Welche neuen Erkenntnisse habe ich dazu gewonnen?

Zum einen habe ich etwas ganz praktisches gelernt. Denn nachdem ich mit dem Stricken meines Cardigans fertig war, musste ich ihm ja noch den letzten Schliff geben. Und dazu habe ich unter anderem gelernt, wie man ganz professionell Fäden an Strickstücken vernäht. Wieder ein neuer Skill über den ich mich sehr freue. Fast so sehr wie über das Knöpfe Annähen. 🙂

Und dann dämmern mir seit wenigen Tagen weitere, etwas übergeordnetere Erkenntnisse. Ich habe nämlich seit ein paar Tagen das Gefühl, dass das shoppingfreie Jahr endlich Wirkung zeigt. Es sickern so ganz allmählich kleine Erkenntnisse über meinen Kleiderschrank und meine Art, mich zu kleiden durch. Ganz kleine Aha-Momente, die ich aber – glaube ich – ganz gut für meine Garderobenplanung nutzen kann.
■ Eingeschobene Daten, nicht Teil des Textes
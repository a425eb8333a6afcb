using Fleet.Estimation.Geometry;
using MathNet.Numerics.Distributions;

namespace Fleet.Estimation.Filtering;
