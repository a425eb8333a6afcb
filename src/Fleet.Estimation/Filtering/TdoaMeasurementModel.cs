using System.Runtime.CompilerServices;
using Fleet.Estimation.Anchors;
using Fleet.Estimation.Geometry;

namespace Fleet.Estimation.Filtering;

/// <summary>
/// The TDOA measurement function and its analytic Jacobians. Allocation-free.
/// Modelled distance to anchor i is |p − aᵢ| + δᵢ with δᵢ = <see cref="Anchor.AntennaDelayMetres"/>, so the
/// predicted value is ddiff = (|p − b| + δ_b) − (|p − a| + δ_a) in metres (site convention: distance to B minus distance to A).
/// Tag position p: for <see cref="MotionModelKind.PlanarOdometry"/> p = (x, y, z) + Rz(yaw)·leverArm with state
/// (x, y, z, yaw) of the robot reference point; for <see cref="MotionModelKind.ConstantVelocity3D"/> the state
/// position (x, y, z) is the tag itself and the lever arm is ignored.
/// </summary>
public static class TdoaMeasurementModel
{
    /// <summary>Below this distance (m) the unit vector to an anchor is undefined and taken as zero (no NaN).</summary>
    public const double MinimumDistanceMetres = 1e-9;

    /// <summary>State dimension of a motion model: 6 for constant velocity, 4 for planar odometry.</summary>
    public static int StateDimension(MotionModelKind kind) => kind == MotionModelKind.ConstantVelocity3D
        ? ConstantVelocityModel.StateDimension
        : PlanarOdometryModel.StateDimension;

    /// <summary>Predicted ddiff (m) for a tag at <paramref name="tag"/>, anchors at <paramref name="anchorA"/>, <paramref name="anchorB"/>.</summary>
    [MethodImpl(MethodImplOptions.AggressiveInlining)]
    public static double Predict(in Vector3D tag, in Vector3D anchorA, double delayA, in Vector3D anchorB, double delayB) =>
        ((tag - anchorB).Length + delayB) - ((tag - anchorA).Length + delayA);

    /// <summary>Predicted ddiff (m) and its gradient with respect to the tag position (unitless, site frame).</summary>
    [MethodImpl(MethodImplOptions.AggressiveOptimization)]
    public static double PredictWithGradient(in Vector3D tag, in Vector3D anchorA, double delayA, in Vector3D anchorB, double delayB, out Vector3D gradient)
    {
        var da = tag - anchorA;
        var db = tag - anchorB;
        var la = da.Length;
        var lb = db.Length;
        var ua = la > MinimumDistanceMetres ? da / la : Vector3D.Zero;
        var ub = lb > MinimumDistanceMetres ? db / lb : Vector3D.Zero;
        gradient = ub - ua;
        return (lb + delayB) - (la + delayA);
    }

    /// <summary>Tag position in the site frame: reference + Rz(yaw)·leverArm (lever arm in the body frame, x forward, z up).</summary>
    [MethodImpl(MethodImplOptions.AggressiveInlining)]
    public static Vector3D TagPosition(in Vector3D reference, double yaw, in Vector3D leverArm)
    {
        double c = Math.Cos(yaw), s = Math.Sin(yaw);
        return new Vector3D(
            reference.X + (c * leverArm.X) - (s * leverArm.Y),
            reference.Y + (s * leverArm.X) + (c * leverArm.Y),
            reference.Z + leverArm.Z);
    }

    /// <summary>Tag position for a state vector of the given motion model.</summary>
    public static Vector3D TagPosition(MotionModelKind kind, ReadOnlySpan<double> state, in Vector3D leverArm) =>
        kind == MotionModelKind.ConstantVelocity3D
            ? new Vector3D(state[0], state[1], state[2])
            : TagPosition(new Vector3D(state[0], state[1], state[2]), state[3], leverArm);

    /// <summary>
    /// Predicted ddiff (m) for anchors <paramref name="anchorA"/>, <paramref name="anchorB"/> of <paramref name="map"/>
    /// and the state of motion model <paramref name="kind"/>; writes ∂h/∂state into <paramref name="jacobian"/>
    /// (length ≥ state dimension). Planar: ∂h/∂yaw = ∇h · ∂(Rz(yaw)·leverArm)/∂yaw. Constant velocity: zeros for the velocities.
    /// </summary>
    [MethodImpl(MethodImplOptions.AggressiveOptimization)]
    public static double Evaluate(
        MotionModelKind kind,
        ReadOnlySpan<double> state,
        in Vector3D leverArm,
        AnchorMap map,
        int anchorA,
        int anchorB,
        Span<double> jacobian)
    {
        var a = map[anchorA];
        var b = map[anchorB];
        if (kind == MotionModelKind.ConstantVelocity3D)
        {
            var tag = new Vector3D(state[0], state[1], state[2]);
            var value = PredictWithGradient(tag, a.Position, a.AntennaDelayMetres, b.Position, b.AntennaDelayMetres, out var g);
            jacobian[0] = g.X;
            jacobian[1] = g.Y;
            jacobian[2] = g.Z;
            jacobian[3] = 0;
            jacobian[4] = 0;
            jacobian[5] = 0;
            return value;
        }
        else
        {
            var yaw = state[3];
            double c = Math.Cos(yaw), s = Math.Sin(yaw);
            var tag = new Vector3D(
                state[0] + (c * leverArm.X) - (s * leverArm.Y),
                state[1] + (s * leverArm.X) + (c * leverArm.Y),
                state[2] + leverArm.Z);
            var value = PredictWithGradient(tag, a.Position, a.AntennaDelayMetres, b.Position, b.AntennaDelayMetres, out var g);
            jacobian[0] = g.X;
            jacobian[1] = g.Y;
            jacobian[2] = g.Z;

            // d(Rz(yaw)·L)/dyaw = (−s·Lx − c·Ly, c·Lx − s·Ly, 0)
            jacobian[3] = (g.X * ((-s * leverArm.X) - (c * leverArm.Y))) + (g.Y * ((c * leverArm.X) - (s * leverArm.Y)));
            return value;
        }
    }

    /// <summary>
    /// Largest |ddiff| (m) physically possible for a pair: the anchor baseline |a − b| plus the difference of the
    /// antenna delays (triangle inequality).
    /// </summary>
    public static double MaximumMagnitude(Anchor a, Anchor b) =>
        (a.Position - b.Position).Length + Math.Abs(b.AntennaDelayMetres - a.AntennaDelayMetres);
}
Ich glaube es liegt daran, dass seit dem Urlaub ein bisschen mehr Ruhe eingekehrt ist und ich endlich Zeit dazu habe, mich noch einmal intensiver mit meinem Stilempfinden und meiner Garderobe auseinander zu setzen. Ich habe mir die zwei großartigen Bücher “Das Kleiderschrank-Projekt” und das dazu passende Praxisbuch von Anuschka Rees gekauft und möchte den Rest des Jahres intensiv dazu nutzen, meinen Stil auszuarbeiten und weiterzuentwickeln.

So richtig kann ich die Erkenntnisse noch nicht in Worte fassen. Es ist eher so, dass so langsam Dinge konkret werden, die ich vorher nicht greifen konnte. Und die Chance, diese Dinge festzunageln möchte ich jetzt in den nächsten Wochen nutzen! Natürlich halte ich euch auf dem Laufenden.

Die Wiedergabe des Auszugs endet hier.